Algo, quizá la cola de un pez, roza mis piernas. Miedo es la primera reacción porque el mar es siempre un misterio y son un misterio sus criaturas, y dicen que ni al uno ni a las otras deberíamos tentar. Pero en esta ocasión no obedezco al temor sino a la placidez que me producen el agua en calma y la ausencia de otros bañistas. "Espero que no piques ni muerdas" digo a media voz y como respuesta ya no una sino varias colas me tocan. Es probable que me haya atravesado en el camino de un banco de peces, a fin de cuentas estoy en su casa, así que procuro quedarme tan quieta como el breve oleaje lo permite.  Apenas unos segundos después dejo de sentirlos. Antes que yo -seguramente- percibieron la sombra del pelícano, perfecto artefacto de vuelo que se clava en el agua y sale de ella con una de las colas zarandeándose en el pico, el saco ensanchado para acomodar a su presa más reciente. Es la naturaleza, pienso, mientras nado rápido, de regreso a la certeza hecha de arena.

Psique

Descalza, la niña mira las luces rojas que flotan en el aire. Sobre el patio vacío cae la luz de las 5:30, pero a ella no la perturba la cercanía de la oscuridad.  Bien puede ser la conjunción de sueño y recuerdo, amasados durante treinta y nueve años en algún rincón de la mente. La tarea es indagar en la imagen, en los pies sobre el cemento, en el vestido crema, en las vigas de madera que sostienen el techo. En el color apocalíptico de ese atardecer. No es posible saber, ahora, si habrá respuestas.

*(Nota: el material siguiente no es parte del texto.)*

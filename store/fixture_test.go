package store_test

import (
	"context"
	"encoding/json"
	"errors"
	"fmt"
	"testing"
	"time"

	"github.com/rotorwright/rotorwright/fleet"
	"github.com/rotorwright/rotorwright/internal/pgtest"
	"github.com/rotorwright/rotorwright/store"
)

// fixture is a store on a fresh database with helpers to build a fleet.
type fixture struct {
	t   *testing.T
	ctx context.Context
	db  *store.DB
	n   int
}

func newFixture(t *testing.T) *fixture {
	t.Parallel()
	ctx := store.WithActor(context.Background(), store.Actor{Name: "test", Method: "TEST"})
	return &fixture{t: t, ctx: ctx, db: store.New(pgtest.NewPool(t))}
}

func (f *fixture) airframe(code, layout string) *fleet.Airframe {
	f.t.Helper()
	a, err := f.db.CreateAirframe(f.ctx, &fleet.Airframe{Code: code, Layout: layout, CellsS: 6, PacksPerFlight: 1})
	if err != nil {
		f.t.Fatalf("create airframe %s: %v", code, err)
	}
	return a
}

func (f *fixture) part(kind fleet.PartKind, lot string, specs any) *fleet.Part {
	f.t.Helper()
	f.n++
	raw, _ := json.Marshal(specs)
	p, err := f.db.CreatePart(f.ctx, &fleet.Part{Kind: kind, Serial: fmt.Sprintf("%s-%03d", kind, f.n),
		PartNumber: "PN-" + string(kind), Lot: lot, Specs: raw})
	if err != nil {
		f.t.Fatalf("create %s: %v", kind, err)
	}
	return p
}

func (f *fixture) motor(rot fleet.Rotation, lot string) *fleet.Part {
	return f.part(fleet.KindMotor, lot, map[string]any{"rotation": rot, "kv": 400})
}

func (f *fixture) prop(rot fleet.Rotation) *fleet.Part {
	return f.part(fleet.KindPropeller, "", map[string]any{"rotation": rot, "diameter_in": 15, "blades": 2})
}

func (f *fixture) pack() *fleet.Part {
	return f.part(fleet.KindPack, "", map[string]any{"chemistry": "lipo", "cells_s": 6, "cells_p": 1, "rated_mah": 10000})
}

func (f *fixture) fit(a *fleet.Airframe, p *fleet.Part, pos string, at time.Time) {
	f.t.Helper()
	if _, err := f.db.Fit(f.ctx, a.ID, store.FitRequest{PartID: p.ID, Position: pos, At: at}); err != nil {
		f.t.Fatalf("fit %s at %s: %v", p.Serial, pos, err)
	}
}

// quadMotors fits four motors of the right rotations on a quad-x at t.
func (f *fixture) quadMotors(a *fleet.Airframe, lot string, at time.Time) []*fleet.Part {
	f.t.Helper()
	var out []*fleet.Part
	for i, rot := range []fleet.Rotation{fleet.CCW, fleet.CW, fleet.CCW, fleet.CW} {
		m := f.motor(rot, lot)
		f.fit(a, m, fmt.Sprintf("m%d", i+1), at)
		out = append(out, m)
	}
	return out
}

func (f *fixture) job(code string) *fleet.Job {
	f.t.Helper()
	j, err := f.db.CreateJob(f.ctx, &fleet.Job{Code: code, Client: "Client of " + code})
	if err != nil {
		f.t.Fatal(err)
	}
	return j
}

func (f *fixture) flight(a *fleet.Airframe, j *fleet.Job, at time.Time, minutes int, packs ...*fleet.Part) *fleet.Flight {
	f.t.Helper()
	fl := &fleet.Flight{AirframeID: a.ID, Pilot: "R. Okafor", TakeoffAt: at, LandingAt: at.Add(time.Duration(minutes) * time.Minute)}
	if j != nil {
		fl.JobID = &j.ID
	}
	for _, p := range packs {
		fl.Packs = append(fl.Packs, fleet.FlightPack{PartID: p.ID})
	}
	out, err := f.db.CreateFlight(f.ctx, fl)
	if err != nil {
		f.t.Fatalf("flight at %s: %v", at, err)
	}
	return out
}

// wantCode fails unless err is a fleet error with code and (when given) field.
func wantCode(t *testing.T, err error, code, field string) {
	t.Helper()
	if got := fleet.ErrorCode(err); got != code {
		t.Fatalf("error = %v (code %q), want code %q", err, got, code)
	}
	if field != "" {
		var fe *fleet.Error
		if !errors.As(err, &fe) || fe.Field != field {
			t.Fatalf("error %v does not name field %q", err, field)
		}
	}
}

// base is a fixed past moment all scenarios start from.
var base = time.Date(2026, 3, 2, 8, 0, 0, 0, time.UTC)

Hay preguntas y una mano abierta, para cuando aceche el abismo.

Bucle

Un algo, un no se sabe todavía qué, obstaculiza el paso del aire. La monotonía de los latidos se quiebra y lo que hasta hace un momento era huesos y carne, de pronto se convierte en arena. Y no es arena lo que sostiene un cuerpo. Viene entonces esa sensación de breve muerte, que se deja seguir por el mareo, las gotas frías que llenan las manos y la frente. Después la palidez, y el recuerdo punzante en la cabeza, cuando todo parece retornar a su cauce.  Y otra vez no hay aire, ni huesos, ni carne. Solo arena.